Durchaus hast du recht. In PS gibt es für jede sache um die 5 Möglichkeiten sie umzusetzen. 
Die Entscheidung liegt bei jedem selbst. Aber die Effektivität der Möglichkeiten ist festgelegt, natürlich abhängiig von der Person die sie umsetzt.
Nun ist eben die Arbeit mit den Gradationskuurven die professionellere und die berechenbarste Methode von allen weiteren. Weil hier kannst du genau berechnen welche Pixel du veränderst und in wie weit du Zeichnungsverluste produzierst. Was mit den Ebenemodi nicht so besonders berechenbar ist.

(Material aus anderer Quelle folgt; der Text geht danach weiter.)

@cli.command()
@click.argument("input_path", metavar="INPUT", type=click.Path(path_type=Path))
@_unit_option
@_json_option
@_method_option
@_tol_option
@click.option("--merge", multiple=True, metavar="NET=A,B,...", help="Tie conductors into one net (repeatable).")
@click.option("--ground", "grounded", multiple=True, metavar="NAME",
              help="Hold a conductor at 0 V as part of the reference (repeatable).")
@click.option("--reference", metavar="infinity|plane|NAME",
              help="The reference node of the mutual form: infinity, the ground plane, or a conductor.")
@click.option("--spice", "spice_path", type=click.Path(dir_okay=False, path_type=Path),
              help="Write a SPICE subcircuit (.subckt) of the matrix.")
@click.option("--drop-below", type=click.FloatRange(0.0, 1.0), default=0.0, show_default=True,
              help="In the SPICE file, leave out couplings below this fraction of their row's total.")
@click.option("--csv", "csv_path", type=click.Path(dir_okay=False, path_type=Path),
              help="Write the matrix as CSV (conductor names as header).")
@click.option("--npz", "npz_path", type=click.Path(dir_okay=False, path_type=Path),
              help="Write the matrices (both forms) and names as a NumPy .npz.")
@click.option("--form", type=click.Choice(["maxwell", "mutual"]), default="maxwell", show_default=True,
              help="Which form the CSV holds.")
@click.option("--vtu", "vtu_path", type=click.Path(dir_okay=False, path_type=Path),
              help="Write the panels with their charge density and field per conductor at 1 V (.vtu).")
@click.option("--levels", type=click.IntRange(1, 4), default=1, show_default=True,
              help="Solve on this many meshes, each with every panel split into four, and extrapolate: the "
                   "matrix then reads value ± estimated error. Costs 1.1-2x a solve on the finest mesh (16x the "
                   "panels at 3 levels).")
@click.option("--accuracy", metavar="PERCENT",
              help="Refine where the charge crowds until every entry of at least 1%% of its row has an "
                   "estimated error below this, e.g. 0.5%%.")
@click.option("--max-panels", type=click.IntRange(100, 10_000_000), default=200_000, show_default=True,
              help="Panel budget of --accuracy.")
@click.option("--study-png", "study_png", type=click.Path(dir_okay=False, path_type=Path),
              help="Chart the refinement study (needs --levels or --accuracy) as a PNG.")
@_quiet_option
def solve(input_path: Path, unit: str | None, json_path: Path | None, method: str, tol: float, merge, grounded,
          reference, spice_path, drop_below, csv_path, npz_path, form, vtu_path, levels: int, accuracy,
          max_panels: int, study_png: Path | None, quiet: bool):
    """Capacitance matrix of the conductors in INPUT: a surface mesh (.msh .stl .obj .ply
    .vtk .vtu) or a model file (.toml) that says what the mesh surfaces are.

    In a bare mesh each Gmsh physical surface group is one conductor; without groups,
    each connected piece of surface is one, named c1, c2, ... .
    """
    outputs = dict(spice=spice_path, csv=csv_path, npz=npz_path, vtu=vtu_path, study_png=study_png)
    if study_png is not None and levels == 1 and accuracy is None:
        raise OptionError("--study-png charts a refinement study: add --levels 3 or --accuracy 0.5%")
    nets = {}
    for item in merge:
        net, sep, members = item.partition("=")
        if not sep or not net.strip() or not members.strip():
            raise OptionError(f"--merge {item!r}: write NET=A,B")
        nets[net.strip()] = [m.strip() for m in members.split(",")]
    reductions = dict(nets=nets, grounded=list(grounded),
                      reference={"plane": "ground plane"}.get(reference, reference))
    if accuracy is not None and levels > 1:
        raise OptionError("--levels and --accuracy are two ways to estimate the error; give one of them")
    study = dict(levels=levels)
    if accuracy is not None:
        study = dict(accuracy=parse_fraction(accuracy, what="--accuracy"), max_panels=max_panels)
    _solve_and_report(input_path, unit, json_path, quiet, method, tol, reductions=reductions, outputs=outputs,
                      form=form, drop_below=drop_below, study=study)


def _pairs(values, parse, what: str) -> dict:
    """NAME=VALUE options into a dict, values parsed by ``parse``."""
    out = {}
    for item in values:
        name, sep, value = item.partition("=")
        if not sep or not name.strip():
            raise OptionError(f"{what} {item!r}: write NAME=VALUE, e.g. hv=12kV")
        out[name.strip()] = parse(value, what=f"{what} {name.strip()}")
    return out


@cli.command()
@click.argument("input_path", metavar="INPUT", type=click.Path(path_type=Path))
@_unit_option
@_volts_option
@click.option("--withstand", multiple=True, metavar="MEDIUM=STRENGTH",
              help="Withstand field strength of a medium, e.g. air=3kV/mm, for margins (repeatable).")
@click.option("--top", type=click.IntRange(1, 100), default=5, show_default=True,
              help="Hot spots listed per conductor and interface.")
@click.option("--probe", multiple=True, metavar="X,Y,Z", help="Sample the field at this point (repeatable).")
@click.option("--line", "lines", multiple=True, metavar="X0,Y0,Z0:X1,Y1,Z1[:N]",
              help="Sample N points (default 101) along a line (repeatable).")
@click.option("--line-png", "line_png", type=click.Path(dir_okay=False, path_type=Path),
              help="Chart |E| along the first --line as a PNG.")
@click.option("--section", metavar="AXIS=VALUE", help="Sample a plane section, e.g. z=40, across the model.")
@click.option("--grid", type=click.IntRange(2, 1001), default=81, show_default=True,
              help="Points per side of the section.")
@click.option("--samples", "samples_path", type=click.Path(dir_okay=False, path_type=Path),
              help="Write the samples (probes, lines, section) as CSV.")
@click.option("--vtk", "vtk_path", type=click.Path(dir_okay=False, path_type=Path),
              help="Write the section as a VTK image (.vti) for ParaView.")
@click.option("--vtu", "vtu_path", type=click.Path(dir_okay=False, path_type=Path),
              help="Write the panels with charge density and fields (.vtu) for ParaView.")
@click.option("--refine-peaks", is_flag=True,
              help="Solve again with each part's peak region split finer and report how much the peak moved.")
@_json_option
@_method_option
@_quiet_option
def field(input_path: Path, unit: str | None, volts, withstand, top: int, probe, lines, line_png, section, grid: int,
          samples_path: Path | None, vtk_path: Path | None, vtu_path: Path | None, refine_peaks: bool,
          json_path: Path | None, method: str, quiet: bool):
    """Surface fields and hot spots of INPUT with applied voltages (model file or --volts)."""
    from .errors import OptionError
    from .io.export import check_writable, write_atomic
    from .io.modelfile import load
    from .io.text import field_report
    from .pipeline import solve_field
    from .units import parse_field_strength, parse_quantity

    if line_png is not None and not lines:
        raise OptionError("--line-png charts a line: give --line too")
    for path in (json_path, samples_path, vtk_path, vtu_path, line_png):
        if path is not None:
            check_writable(path)
    voltages = _pairs(volts, lambda v, what: parse_quantity(v, "V", what=what), "--volts")
    strengths = _pairs(withstand, parse_field_strength, "--withstand")
    if vtk_path is not None and section is None:
        raise OptionError("--vtk writes the plane section: give --section too, e.g. --section z=0")
    model = load(input_path, unit=unit)
    requests = _sample_requests(model, probe, lines, section, grid)
    if requests and samples_path is None and vtk_path is None and line_png is None:
        raise OptionError("samples asked for but no output: add --samples FILE.csv (or --vtk for a section)")
    progress = _Progress(quiet)
    try:
        result = solve_field(model, voltages, method=method, top=top, withstand=strengths, progress=progress)
    finally:
        progress.close()
    _echo(field_report(result, model, source=input_path.name, version=__version__), quiet)
    rechecked, sampled = [], []
    if refine_peaks:
        from .io.text import refinement_report
        from .pipeline import refine_peaks as recheck

        rechecked = recheck(result, model, method=method)
        _echo("\n" + refinement_report(rechecked), quiet)
    if requests:
        from .io.outputs import write_samples

        sampled = write_samples(result, model, requests, samples_path, vtk_path, lambda text: _echo(text, quiet))
    if line_png is not None:
        from .io.export import write_bytes_atomic
        from .units import metres_per
        from .viz.plots import line_profile

        points = next(pts for kind, pts, _ in requests if kind == "line")
        _, e = result.sample(points)
        distance = np.linalg.norm(points - points[0], axis=1) / metres_per(model.unit)
        write_bytes_atomic(line_png, line_profile(distance, np.linalg.norm(e, axis=1), unit=model.unit,
                                                  title=f"{input_path.name}: field along {lines[0]}"))
        _echo(f"wrote {line_png}", quiet)
    if vtu_path is not None:
        from .io.export import write_vtu
        from .pipeline import _part_groups

        surface = result.surface
        write_vtu(vtu_path, model.vertices, model.triangles, {
            "part": _part_groups(model), "area_m2": result.problem.panels.areas,
            "sigma_total_C_per_m2": result.sigma, "sigma_free_C_per_m2": surface.free_charge_density,
            "E_normal_outside_V_per_m": surface.outside, "E_normal_inside_V_per_m": surface.inside,
            "E_tangential_V_per_m": surface.tangential, "E_magnitude_V_per_m": surface.magnitude})
        _echo(f"wrote {vtu_path} (part ids: {', '.join(f'{k} {p}' for k, p in enumerate(result.parts))})", quiet)
    if json_path is not None:
        import json

        data = {"conductors": list(result.conductors), "potentials_V": result.potentials.tolist(),
                "free_charge_C": result.free_charge.tolist(), "unit": model.unit, "method": result.method,
                "hot_spots": [{"part": result.parts[s.group], "rank": s.rank, "field_V_per_m": s.field,
                               "location_m": list(s.location), "panel_size_m": s.panel_size, "sharp": s.sharp,
                               "sharp_angle_deg": s.sharp_angle} for s in result.spots],
                "utilisation": result.utilisation, "gap_m": result.gap,
                "margins": [{"medium": m, "peak_V_per_m": e, "withstand_V_per_m": w} for m, e, w in result.margins],
                "peak_refinement": [{"part": p, "before_V_per_m": a, "after_V_per_m": b} for p, a, b in rechecked],
                "samples": sampled,
                "input_file": str(input_path), "tricharge_version": __version__}
        write_atomic(json_path, json.dumps(data, indent=2) + "\n")
        _echo(f"\nwrote {json_path}", quiet)
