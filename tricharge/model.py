"""The model: conductor surfaces in SI units, validated, independent of any file.

Build one from arrays (:meth:`Model.from_arrays`) or from a mesh file with
:func:`tricharge.load`. A model is immutable; everything the solver needs is here.
"""

from __future__ import annotations

from dataclasses import dataclass
import numpy as np

from .errors import MeshError
from .mesh import connected_components, validate_surface
from .units import metres_per


@dataclass(frozen=True, eq=False)
class Model:
    """Conductors in a homogeneous medium.

    vertices : (n, 3) float64, metres
    triangles : (m, 3) int64
    labels : (m,) int64, conductor index of each triangle, 0..K-1
    conductors : K names, in matrix order
    unit : the length unit the user works in (for display only; data are in metres)
    source : where the model came from (a file name), used in messages
    eps_r : relative permittivity of the medium around the conductors
    """

    vertices: np.ndarray
    triangles: np.ndarray
    labels: np.ndarray
    conductors: tuple[str, ...]
    unit: str = "m"
    source: str = "<arrays>"
    eps_r: float = 1.0

    def __post_init__(self):
        metres_per(self.unit)  # validates the unit name
        labels = np.asarray(self.labels)
        k = len(self.conductors)
        if labels.shape != (len(self.triangles),):
            raise MeshError(f"{self.source}: {labels.shape} labels for {len(self.triangles)} triangles")
        if k == 0:
            raise MeshError(f"{self.source}: the model has no conductors")
        if len(set(self.conductors)) != k:
            dupes = sorted({n for n in self.conductors if self.conductors.count(n) > 1})
            raise MeshError(f"{self.source}: conductor names must be unique, repeated: {', '.join(dupes)}")
        if labels.size and (labels.min() < 0 or labels.max() >= k):
            raise MeshError(f"{self.source}: conductor labels must lie in 0..{k - 1}")
        empty = [self.conductors[c] for c in range(k) if not np.any(labels == c)]
        if empty:
            raise MeshError(f"{self.source}: conductors without triangles: {', '.join(empty)}")
        if not (np.isfinite(self.eps_r) and self.eps_r >= 1.0):
            raise MeshError(f"{self.source}: relative permittivity must be >= 1, got {self.eps_r}")
        v, t = validate_surface(self.vertices, self.triangles, source=self.source)
        object.__setattr__(self, "vertices", v)
        object.__setattr__(self, "triangles", t)
        object.__setattr__(self, "labels", labels.astype(np.int64))

    @classmethod
    def from_arrays(cls, vertices, triangles, labels=None, conductors=None, *, unit: str = "m",
                    source: str = "<arrays>", eps_r: float = 1.0) -> "Model":
        """Build a model from arrays given in ``unit`` (converted to metres here).

        Parameters
        ----------
        vertices : (n, 3) in ``unit``
        triangles : (m, 3) integer indices
        labels : (m,) conductor index per triangle; default: one conductor per connected
            component, numbered by each component's lowest triangle index
        conductors : names; default ``c1, c2, ...``
        """
        v = np.asarray(vertices, dtype=np.float64) * metres_per(unit)
        t = np.asarray(triangles)
        if labels is None:
            labels = connected_components(t) if t.ndim == 2 and t.size else np.zeros(len(t), np.int64)
        labels = np.asarray(labels, dtype=np.int64)
        if conductors is None:
            conductors = tuple(f"c{k + 1}" for k in range(int(labels.max()) + 1 if labels.size else 0))
        return cls(v, t, labels, tuple(conductors), unit, source, float(eps_r))

    @property
    def n_panels(self) -> int:
        return len(self.triangles)

    def __repr__(self) -> str:
        return f"Model({self.source!r}, {len(self.conductors)} conductors, {self.n_panels} panels, unit {self.unit})"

Die möglichkeit mit Tonwertkorrektur ist auch gut, aber weitaus unberechenbarer und leichter mit zeichnungsverlusten verbunden.
Letztendlich zählt natürlich immernoch das Ergebnis und das kriegt der eine mit Tonwertkorrektur und der Andere mit Gradationskurven besser hin...
Also recht haste, das ist keine frage des Muss, sondern des Könnens.

Grüße Hercules


----------



## eViLaSh (26. November 2003)

die frage ist wohl eher für was er dann die grafik verwenden will, ist sie für den druck, sollte er wohl mit der Gradationskurve arbeiten, da hier die tonwerte nicht "abgeschnitten" werden, für webanwendungen reicht die tonwertkorrektur  !

was man auf keinen fall machen sollte ist die automtische tonwertkorrektur


----------



## Trinity X (27. November 2003)

Hercules hat gesagt.:
			
		

> Durchaus hast du recht. In PS gibt es für jede sache um die 5 Möglichkeiten sie umzusetzen.


...so in etwa meinte ich das 
...
..


> Letztendlich zählt natürlich immernoch das Ergebnis und das kriegt der eine mit Tonwertkorrektur und der Andere mit Gradationskurven besser hin...
> Also recht haste, das ist keine frage des Muss, sondern des Könnens.
> 
> Grüße Hercules


...und in Kombination mit dem Beitrag von eViLaSh ist das Thema und die Vielfalt der Faktoren mit Sicherheit eine gute Entscheidungshilfe für nitrobesim  

Greetz
Trinity


----------



## zenga (28. November 2003)

tach,
hier gibts zwei Videotutorials zum Thema Colorize/Enfärben >

http://www.esoul.org/tutorials

MfG zenga


----------